What are non-biological chemical sites? 
Non-biological chemical sites are binding sites formed by non-biological
molecules (such as buffers, salts, detergents, solvents and ions added
for purification and/or crystallization process). These sites are hidden
by default, but can be viewed by selecting the option Non-Biological
Chemical Sites:Show on the
left side bar.
References : 
1) Shoemaker BA, Zhang D, Thangudu RR, Tyagi M, Fong JH, Marchler-Bauer A, Bryant SH, Madej T, Panchenko AR.: Inferred Biomolecular Interaction Server --a web server to analyze and predict protein interacting partners and binding sites. Nucleic Acids Res 2010, 38(D):518-24.

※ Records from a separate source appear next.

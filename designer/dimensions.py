"""The dimension of every constant, deduced from the expressions in which it stands.

Each part of an expression has the dimension d + sum_i a_i x_i, where d is known, x_i are the unknown
dimensions of constants and a_i plain numbers. Sums demand equality, functions and exponents a plain
number, the whole a given dimension: linear equations, solved in exact fractions as they are met.
"""

from __future__ import annotations

from collections.abc import Mapping
from dataclasses import dataclass, field
from fractions import Fraction

from designer import units
from designer.expressions import Binary, Call, Name, Negative, Node, Number, Species, names
from designer.records import Dimension

_STRENGTH = {"+": 1, "-": 1, "*": 2, "/": 2, "^": 4}


def written(node: Node, above: int = 0) -> str:
    """The expression as text, with no more brackets than it needs."""
    match node:
        case Number(value):
            return f"{value:g}"
        case Name(name):
            return name
        case Species(name, initial):
            return f"[{name}]_0" if initial else f"[{name}]"
        case Call(function, argument):
            return f"{function}({written(argument)})"
        case Negative(operand):
            text, strength = f"-{written(operand, 3)}", 3
        case Binary(operator, left, right):
            strength = _STRENGTH[operator]
            space = " " if strength == 1 else ""
            on_left = strength + (operator == "^")
            on_right = strength + (operator in "-/")
            text = f"{written(left, on_left)}{space}{operator}{space}{written(right, on_right)}"
    return f"({text})" if strength < above else text


@dataclass(frozen=True)
class Form:
    """A dimension that may rest on unknown ones: known part (seven exponents) and unknown -> factor."""

    known: tuple[Fraction, ...] = (Fraction(0),) * 7
    unknown: Mapping[str, Fraction] = field(default_factory=dict)

    def plus(self, other: Form, factor: Fraction = Fraction(1)) -> Form:
        """self + factor * other."""
        known = tuple(a + factor * b for a, b in zip(self.known, other.known, strict=True))
        names = dict.fromkeys([*self.unknown, *other.unknown])
        zero = Fraction(0)
        sums = {n: self.unknown.get(n, zero) + factor * other.unknown.get(n, zero) for n in names}
        return Form(known, {name: value for name, value in sums.items() if value})

    def times(self, factor: Fraction) -> Form:
        """The form of a power: every exponent times ``factor``."""
        return Form().plus(self, factor)

    @property
    def dimension(self) -> Dimension | None:
        """The dimension; None while it rests on unknown ones."""
        return None if self.unknown else tuple(float(value) for value in self.known)


def form(dimension: Dimension) -> Form:
    """A known dimension as a form."""
    return Form(tuple(Fraction(value).limit_denominator(1000) for value in dimension))


PLAIN = Form()


@dataclass(frozen=True)
class Clash:
    """A part of an expression whose dimensions do not fit: the part, and what is wrong in words."""

    part: str
    message: str
    advice: str = ""


@dataclass
class Deduction:
    """Dimensions of the constants of one candidate, as far as its expressions settle them.

    known: dimension of each bare name (conditions, study constants, time, temperature, rate);
    species: of each concentration; plain_values: study constants that may stand as exponents.
    """

    known: Mapping[str, Dimension]
    species: Mapping[str, Dimension]
    plain_values: Mapping[str, float] = field(default_factory=dict)
    solved: dict[str, Form] = field(default_factory=dict)
    clashes: list[Clash] = field(default_factory=list)

    def reduced(self, found: Form) -> Form:
        """``found`` with every solved name put in."""
        out = Form(found.known)
        for name, factor in found.unknown.items():
            out = out.plus(self.solved.get(name, Form(unknown={name: Fraction(1)})), factor)
        return out

    def equal(self, left: Form, right: Form, part: str, message: str, advice: str = "") -> None:
        """Demand left = right; a contradiction is noted as ``message`` with both put in words."""
        difference = self.reduced(left.plus(right, Fraction(-1)))
        if not difference.unknown:
            if any(difference.known):
                self.clashes.append(Clash(part, self._message(message, left, right, difference), advice))
            return
        name, factor = next(iter(difference.unknown.items()))
        rest = Form(difference.known, {n: f for n, f in difference.unknown.items() if n != name})
        value = rest.times(-1 / factor)
        self.solved = {n: self._with(f, name, value) for n, f in self.solved.items()} | {name: value}

    def _message(self, message: str, left: Form, right: Form, difference: Form) -> str:
        if self.reduced(left).unknown:  # neither has a unit of its own yet, yet they cannot be alike
            factor = units.dimension_words(difference.dimension or units.NONE)
            return f"its parts differ by a factor of {factor}, whatever the constants are"
        return message.format(self.in_words(left), self.in_words(right))

    @staticmethod
    def _with(found: Form, name: str, value: Form) -> Form:
        factor = found.unknown.get(name)
        if factor is None:
            return found
        rest = Form(found.known, {n: f for n, f in found.unknown.items() if n != name})
        return rest.plus(value, factor)

    def in_words(self, found: Form) -> str:
        """The dimension in words, as far as it is settled."""
        dimension = self.reduced(found).dimension
        return "something undetermined" if dimension is None else units.dimension_words(dimension)

    def dimension(self, name: str) -> Dimension | None:
        """Dimension of a constant; None while it is undetermined."""
        return self.solved[name].dimension if name in self.solved else None

    def state(self, name: str, dimension: Dimension) -> None:
        """Take the dimension of a constant from the unit in which it was given."""
        self.equal(Form(unknown={name: Fraction(1)}), form(dimension), name, "is {0}, not {1}")

    def whole(self, node: Node, dimension: Dimension, what: str) -> None:
        """Demand that the whole expression has this dimension."""
        self.equal(self.of(node), form(dimension), written(node), f"{what} must be {{1}} but is {{0}}")

    def of(self, node: Node) -> Form:
        """Dimension of the expression; what does not fit inside it is noted in ``clashes``."""
        match node:
            case Number():
                return PLAIN
            case Species(name):
                return form(self.species[name])
            case Name(name):
                return form(self.known[name]) if name in self.known else self._unknown(name)
            case Negative(operand):
                return self.of(operand)
            case Call("sqrt", argument):
                return self.of(argument).times(Fraction(1, 2))
            case Call(function, argument):
                self.equal(self.of(argument), PLAIN, written(node), f"{function} takes {{1}}, not {{0}}")
                return PLAIN
            case Binary("*", left, right):
                return self.of(left).plus(self.of(right))
            case Binary("/", left, right):
                return self.of(left).plus(self.of(right), Fraction(-1))
            case Binary("^", left, right):
                return self._power(left, right, node)
            case Binary(_, left, right):
                one, two = self.of(left), self.of(right)
                self.equal(one, two, written(node), "{0} and {1} cannot be added")
                return two if one.unknown and not two.unknown else one

    def _unknown(self, name: str) -> Form:
        return self.reduced(Form(unknown={name: Fraction(1)}))

    def _power(self, base: Node, exponent: Node, node: Node) -> Form:
        self.equal(self.of(exponent), PLAIN, written(node), "an exponent must be {1}, not {0}")
        number = _plain(exponent, self.plain_values)
        if number is not None:
            return self.of(base).times(Fraction(number).limit_denominator(1000))
        message = "the base of an exponent that is itself unknown must be {1}, not {0}"
        divided = f"({written(base)}/c_ref)^{written(exponent, 4)}"
        advice = f"Divide by a reference: {divided}, with c_ref in [constants]"
        self.equal(self.of(base), PLAIN, written(node), message, advice)
        return PLAIN


def _plain(node: Node, values: Mapping[str, float]) -> float | None:
    """Value of an exponent built from numbers and study constants only; None otherwise."""
    match node:
        case Number(value):
            return value
        case Name(name):
            return values.get(name)
        case Negative(operand):
            inner = _plain(operand, values)
            return None if inner is None else -inner
        case Binary(operator, left, right) if operator in "+-*/":
            one, two = _plain(left, values), _plain(right, values)
            if one is None or two is None or (operator == "/" and two == 0):
                return None
            return {"+": one + two, "-": one - two, "*": one * two, "/": one / two if two else 0.0}[operator]
    return None


def exponents(node: Node) -> frozenset[str]:
    """Bare names that stand in an exponent anywhere in the expression: orders."""
    match node:
        case Binary("^", left, right):
            return exponents(left) | frozenset(names(right))
        case Binary(_, left, right):
            return exponents(left) | exponents(right)
        case Negative(operand):
            return exponents(operand)
        case Call(_, argument):
            return exponents(argument)
    return frozenset()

2) Thangudu RR, Tyagi M, Shoemaker BA, Bryant SH, Panchenko AR, Madej T: Knowledge-based annotation of small molecule binding sites in proteins. BMC Bioinformatics 2010, 11:365.
3) Chen J, Anderson JB, DeWeese-Scott C, Fedorova ND, Geer LY, He S, Hurwitz DI, Jackson JD, Jacobs AR, Lanczycki CJ et al: MMDB: Entrez's 3D-structure database. Nucleic acids research 2003, 31(1):474-477.
4) Marchler-Bauer A, Anderson JB, Chitsaz F, Derbyshire MK, DeWeese-Scott C, Fong JH, Geer LY, Geer RC, Gonzales NR, Gwadz M et al: CDD: specific functional annotation with the Conserved Domain Database. Nucleic acids research 2009, 37(Database issue):D205-210.
5) Marchler-Bauer A, Bryant SH: CD-Search: protein domain annotations on the fly. Nucleic acids research 2004, 32(Web Server issue):W327-331.
6) Wang Y, Geer LY, Chappey C, Kans JA, Bryant SH: Cn3D: sequence and structure views for Entrez. Trends in biochemical sciences 2000, 25(6):300-302.
7) E. Krissinel and K. Henrick (2007). Inference of macromolecular assemblies from crystalline state. J. Mol. Biol. 372, 774--797
8) Wang Y, Xiao J, Suzek TO, Zhang J, Wang J, Bryant SH: PubChem: a public information system for analyzing bioactivities of small molecules. Nucleic acids research 2009, 37(Web Server issue):W623-633.